We used to think that if you ran swinging your arms around, you would run faster.
As a child I like to drink dill pickle juice. My mother not knowing if this was good for me told me that if I drank to much of it would turn my blood into water. I would drink some and then look at my veins. Seeing they were still blue and would say to myself, "OK I can still drink some more, so I did."
I used to think that my bodily functions were controlled by a team of little men (never women for some reason) who bore a strong resemblence to Rumplestiltskin. The main one wore a yellow hood and sat at a little steering wheel behind my forehead. Their houses were in my abdomen and their workplace was in my brain. I wondered quite a bit about them and what their little lives were like and what they thought of me.
I always thought "wet dreams" were like female menstruation.

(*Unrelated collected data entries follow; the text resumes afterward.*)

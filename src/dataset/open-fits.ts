/** Open one FITS file of visibilities, told by its header-data units. */
import { InputError } from "../util/errors.ts";
import { axisLengths, type FitsFile, type Hdu, openFits } from "./fits/hdus.ts";
import { openSource } from "./fits/source.ts";
import { openFitsIdi } from "./fits-idi/open.ts";
import { openRandomGroups } from "./random-groups/open.ts";
import type { OpenedDataset, RowSummary } from "./row-summary.ts";

/** What kind of visibilities a FITS file holds; null for an image and the like. */
export type FitsVisibilities = "random-groups" | "fits-idi";

export function visibilitiesIn({ hdus }: FitsFile): FitsVisibilities | null {
  const [primary, ...extensions] = hdus;
  if (primary.kind === "random groups") return "random-groups";
  // FITS-IDI: a primary HDU without data, and tables by these names.
  const idi = extensions.some(({ name }) => name === "UV_DATA" || name === "ARRAY_GEOMETRY");
  return idi ? "fits-idi" : null;
}

/**
 * The rows are looked at once here (their columns, not their samples), so that what the tables leave out is known.
 *
 * @param known `summary` of the same file from an earlier opening: saves that pass
 * @throws InputError with advice when the file cannot be read, is of another kind, or is malformed
 */
export async function openFitsDataset(path: string, known?: RowSummary): Promise<OpenedDataset> {
  const file = await openFits(await openSource(path));
  const dataset = await openByKind(file, path, known);
  return {
    ...dataset,
    recipe: { kind: "files", paths: [path], options: {}, known: [dataset.summary] },
  };
}

async function openByKind(file: FitsFile, path: string, known?: RowSummary): Promise<OpenedDataset> {
  const [primary] = file.hdus;
  const place = { file: path, part: primary.header.place.part! };
  switch (visibilitiesIn(file)) {
    case "random-groups":
      return openRandomGroups(file, known);
    case "fits-idi":
      return openFitsIdi(file, known);
    case null:
      throw noVisibilities(file, primary, place);
  }
}

function noVisibilities(file: FitsFile, primary: Hdu, place: { file: string; part: string }): InputError {
  if (primary.header.looseNumber("NAXIS1") === 777_777_701) {
    return new InputError(
      "NAXIS1 is 777777701: the visibilities of this archive file are in a binary table, not in random groups",
      place,
      "Export the data as a random-groups FITS file (often called UVFITS)",
    );
  }
  return new InputError(
    `no visibilities: expected random groups (NAXIS1 = 0 and GROUPS = T) or a table UV_DATA, found ${contents(file)}`,
    place,
    primary.header.shown("GROUPS") === "T" && primary.header.has("NAXIS1")
      ? "The header says GROUPS = T, but NAXIS1 is not 0: the file is damaged or of another kind"
      : "Name the file of visibilities, not an image or a table made from them",
  );
}

function contents({ hdus }: FitsFile): string {
  const shown = hdus.slice(0, 6).map(describeHdu).join(", ");
  return hdus.length > 6 ? `${shown} and ${hdus.length - 6} more HDUs` : shown;
}

function describeHdu({ kind, header, name, dataBytes }: Hdu): string {
  const named = name === "" ? "" : ` ${name}`;
  if (kind === "image") {
    return dataBytes === 0 ? "an empty primary" : `an image of ${axisLengths(header).join(" x ")}${named}`;
  }
  return `a ${kind}${named}`;
}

In grade 6 we had a sex educator come in and she told stories of what boys would tell their parents after they had a wet dream. Would they tell them they accidentally wet the bed? Would they grab the sheets and throw them in the laundry?
I said "You could pretend you cut yourself and it accidentally bled all over".... I was so embarrassed, yet still didn't know what exactly a wet dream was!
When I was a kid, I asked my dad what color burps were and he said 'blurple'. I believed him until I was about 13 years old. I was shocked that my father messed with my head like that.